import { refuse } from '#shared/errors'
import type { Read } from '../../db/writer'

export const peoplePerPage = 50

/** People of the department by name, a page at a time; `search` looks in names and addresses. */
export async function listPeople(read: Read, { search, page }: { search: string, page: number }) {
  const words = search.trim().toLowerCase().split(/\s+/).filter(Boolean)
  let query = read.selectFrom('person').where('state', '<>', 'erased')
  for (const word of words) {
    const like = `%${word.replace(/[\\%_]/g, '')}%`
    query = query.where(where => where.or([where(where.fn<string>('lower', ['display_name']), 'like', like), where('email_norm', 'like', like)]))
  }
  const [people, all] = await Promise.all([
    query.select(['id', 'display_name as name', 'email_norm as email', 'state']).orderBy('display_name').orderBy('id').limit(peoplePerPage).offset((page - 1) * peoplePerPage).execute(),
    query.select(count => count.fn.countAll<number>().as('n')).executeTakeFirstOrThrow(),
  ])
  const ids = people.map(person => person.id)
  const [roles, memberships] = ids.length === 0
    ? [[], []]
    : await Promise.all([
        read.selectFrom('department_role').select(['person_id as personId', 'role']).where('person_id', 'in', ids).where('state', '=', 'active').execute(),
        read.selectFrom('membership').innerJoin('course', 'course.id', 'membership.course_id').innerJoin('term', 'term.id', 'course.term_id')
          .select(['membership.person_id as personId', 'membership.role', 'course.code']).where('membership.person_id', 'in', ids).where('membership.state', '=', 'active').where('term.state', '<>', 'closed').orderBy('course.code').execute(),
      ])
  return {
    page, pages: Math.max(1, Math.ceil(all.n / peoplePerPage)), count: all.n,
    people: people.map(person => ({
      id: person.id, name: person.name ?? '', email: person.email ?? '', state: person.state as 'invited' | 'active' | 'closed',
      roles: roles.filter(held => held.personId === person.id).map(held => held.role),
      courses: memberships.filter(member => member.personId === person.id).map(member => ({ code: member.code, role: member.role })),
    })),
  }
}

/** One person with everything they are in the department: roles, and courses of all terms. */
export async function describePerson(read: Read, personId: string) {
  const person = await read.selectFrom('person').select(['id', 'display_name as name', 'email_norm as email', 'state', 'created_at as createdAt']).where('id', '=', personId).where('state', '<>', 'erased').executeTakeFirst()
  if (!person) return refuse('not_found')
  const [roles, memberships, sessions] = await Promise.all([
    read.selectFrom('department_role').select(['id', 'role', 'until_at as untilAt']).where('person_id', '=', personId).where('state', '=', 'active').orderBy('role').execute(),
    read.selectFrom('membership').innerJoin('course', 'course.id', 'membership.course_id').innerJoin('term', 'term.id', 'course.term_id').leftJoin('section', 'section.id', 'membership.section_id')
      .select(['membership.id', 'membership.role', 'membership.state', 'course.id as courseId', 'course.code', 'course.title', 'term.name as term', 'section.name as section'])
      .where('membership.person_id', '=', personId).orderBy('term.starts_on', 'desc').orderBy('course.code').execute(),
    read.selectFrom('session').select(count => count.fn.countAll<number>().as('n')).where('person_id', '=', personId).where('ended_at', 'is', null).executeTakeFirstOrThrow(),
  ])
  return {
    id: person.id, name: person.name ?? '', email: person.email ?? '', state: person.state as 'invited' | 'active' | 'closed', createdAt: new Date(person.createdAt).toISOString(),
    openSessions: sessions.n,
    roles: roles.map(held => ({ id: held.id, role: held.role, until: held.untilAt === null ? null : new Date(held.untilAt).toISOString() })),
    memberships,
  }
}
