import type { Trx } from '../../db/writer'
import { queueNotice } from '../notices/queueNotice'
import { issueToken } from './oneTimeToken'

/** Invites a person who has no passphrase yet: a link, good once and for two weeks, by mail. Inviting again ends the earlier link. */
export async function queueInvitation(trx: Trx, { personId, now }: { personId: string, now: number }): Promise<void> {
  const tokenId = await issueToken(trx, { purpose: 'invite', personId, now })
  await queueNotice(trx, { eventKey: `invitation:${tokenId}`, template: 'invitation', facts: { tokenId }, toPersonId: personId, now })
}
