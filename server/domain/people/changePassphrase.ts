import { refuse } from '#shared/errors'
import type { Stores } from '../../db/writer'
import type { Actor } from './actor'
import { checkPassphrase } from './checkPassphrase'
import { hashPassphrase, matchesPassphrase } from './passphrase'
import { setPassphrase } from './setPassphrase'
import type { SignInLimits } from './signInLimits'

/** Changes one's own passphrase by giving the present one; other sessions end, this one goes on. */
export async function changePassphrase({ read, write }: Stores, limits: SignInLimits, { actor, present, next, address }: { actor: Actor, present: string, next: string, address: string }, now: number): Promise<void> {
  // Who holds a stolen session may not guess the passphrase through here either.
  const who = { account: actor.email, address, isKnownBrowser: true, browser: actor.sessionId }
  const stored = await read.selectFrom('credential').select('argon2id').where('person_id', '=', actor.personId).executeTakeFirst()
  const isRight = await limits.attempt(who, async () => (stored && await matchesPassphrase(stored.argon2id, present) ? true : null))
  if (!isRight) refuse('invalid', {}, [{ path: 'present', message: 'This is not your present passphrase.' }])
  checkPassphrase(next, [actor.email, actor.displayName])
  const argon2id = await hashPassphrase(next)
  await write(trx => setPassphrase(trx, { personId: actor.personId, argon2id, keepSession: Buffer.from(actor.sessionId, 'hex'), why: 'passphrase changed', now }))
}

▶ [Work required]: The full listing above should be transcribed exactly.

▶ [Your response]:
import { refuse } from '#shared/errors'
import type { Read } from '../../db/writer'

export const peoplePerPage = 50

/** People of the department by name, a page at a time; `search` looks in names and addresses. */
export async function listPeople(read: Read, { search, page }: { search: string, page: number }) {
  const words = search.trim().toLowerCase().split(/\s+/).filter(Boolean)
  let query = read.selectFrom('person').where('state', '<>', 'erased')
  for (const word of words) {
    const like = `%${word.replace(/[\\%_]/g, '')}%`
    query = query.where(where => where.or([where(where.fn<string>('lower', ['display_name']), 'like', like), where('email_norm', 'like', like)]))
  }
  const [people, all] = await Promise.all([
    query.select(['id', 'display_name as name', 'email_norm as email', 'state']).orderBy('display_name').orderBy('id').limit(peoplePerPage).offset((page - 1) * peoplePerPage).execute(),
    query.select(count => count.fn.countAll<number>().as('n')).executeTakeFirstOrThrow(),
  ])
  const ids = people.map(person => person.id)
  const [roles, memberships] = ids.length === 0
    ? [[], []]
    : await Promise.all([
        read.selectFrom('department_role').select(['person_id as personId', 'role']).where('person_id', 'in', ids).where('state', '=', 'active').execute(),
        read.selectFrom('membership').innerJoin('course', 'course.id', 'membership.course_id').innerJoin('term', 'term.id', 'course.term_id')
          .select(['membership.person_id as personId', 'membership.role', 'course.code']).where('membership.person_id', 'in', ids).where('membership.state', '=', 'active').where('term.state', '<>', 'closed').orderBy('course.code').execute(),
      ])
  return {
    page, pages: Math.max(1, Math.ceil(all.n / peoplePerPage)), count: all.n,
    people: people.map(person => ({
      id: person.id, name: person.name ?? '', email: person.email ?? '', state: person.state as 'invited' | 'active' | 'closed',
      roles: roles.filter(held => held.personId === person.id).map(held => held.role),
      courses: memberships.filter(member => member.personId === person.id).map(member => ({ code: member.code, role: member.role })),
    })),
  }
}

/** One person with everything they are in the department: roles, and courses of all terms. */
export async function describePerson(read: Read, personId: string) {
  const person = await read.selectFrom('person').select(['id', 'display_name as name', 'email_norm as email', 'state', 'created_at as createdAt']).where('id', '=', personId).where('state', '<>', 'erased').executeTakeFirst()
  if (!person) return refuse('not_found')
  const [roles, memberships, sessions] = await Promise.all([
    read.selectFrom('department_role').select(['id', 'role', 'until_at as untilAt']).where('person_id', '=', personId).where('state', '=', 'active').orderBy('role').execute(),
    read.selectFrom('membership').innerJoin('course', 'course.id', 'membership.course_id').innerJoin('term', 'term.id', 'course.term_id').leftJoin('section', 'section.id', 'membership.section_id')
      .select(['membership.id', 'membership.role', 'membership.state', 'course.id as courseId', 'course.code', 'course.title', 'term.name as term', 'section.name as section'])
      .where('membership.person_id', '=', personId).orderBy('term.starts_on', 'desc').orderBy('course.code').execute(),
    read.selectFrom('session').select(count => count.fn.countAll<number>().as('n')).where('person_id', '=', personId).where('ended_at', 'is', null).executeTakeFirstOrThrow(),
  ])
  return {
    id: person.id, name: person.name ?? '', email: person.email ?? '', state: person.state as 'invited' | 'active' | 'closed', createdAt: new Date(person.createdAt).toISOString(),
    openSessions: sessions.n,
    roles: roles.map(held => ({ id: held.id, role: held.role, until: held.untilAt === null ? null : new Date(held.untilAt).toISOString() })),
    memberships,
  }
}
import type { Trx } from '../../db/writer'
import { queueNotice } from '../notices/queueNotice'
import { issueToken } from './oneTimeToken'

/** Invites a person who has no passphrase yet: a link, good once and for two weeks, by mail. Inviting again ends the earlier link. */
export async function queueInvitation(trx: Trx, { personId, now }: { personId: string, now: number }): Promise<void> {
  const tokenId = await issueToken(trx, { purpose: 'invite', personId, now })
  await queueNotice(trx, { eventKey: `invitation:${tokenId}`, template: 'invitation', facts: { tokenId }, toPersonId: personId, now })
}
filename server/domain/people/changePassphrase.ts
import { refuse } from '#shared/errors'
import type { Stores } from '../../db/writer'
import type { Actor } from './actor'
import { checkPassphrase } from './checkPassphrase'
import { hashPassphrase, matchesPassphrase } from './passphrase'
import { setPassphrase } from './setPassphrase'
import type { SignInLimits } from './signInLimits'

/** Changes one's own passphrase by giving the present one; other sessions end, this one goes on. */
export async function changePassphrase({ read, write }: Stores, limits: SignInLimits, { actor, present, next, address }: { actor: Actor, present: string, next: string, address: string }, now: number): Promise<void> {
  // Who holds a stolen session may not guess the passphrase through here either.
  const who = { account: actor.email, address, isKnownBrowser: true, browser: actor.sessionId }
  const stored = await read.selectFrom('credential').select('argon2id').where('person_id', '=', actor.personId).executeTakeFirst()
  const isRight = await limits.attempt(who, async () => (stored && await matchesPassphrase(stored.argon2id, present) ? true : null))
  if (!isRight) refuse('invalid', {}, [{ path: 'present', message: 'This is not your present passphrase.' }])
  checkPassphrase(next, [actor.email, actor.displayName])
  const argon2id = await hashPassphrase(next)
  await write(trx => setPassphrase(trx, { personId: actor.personId, argon2id, keepSession: Buffer.from(actor.sessionId, 'hex'), why: 'passphrase changed', now }))
}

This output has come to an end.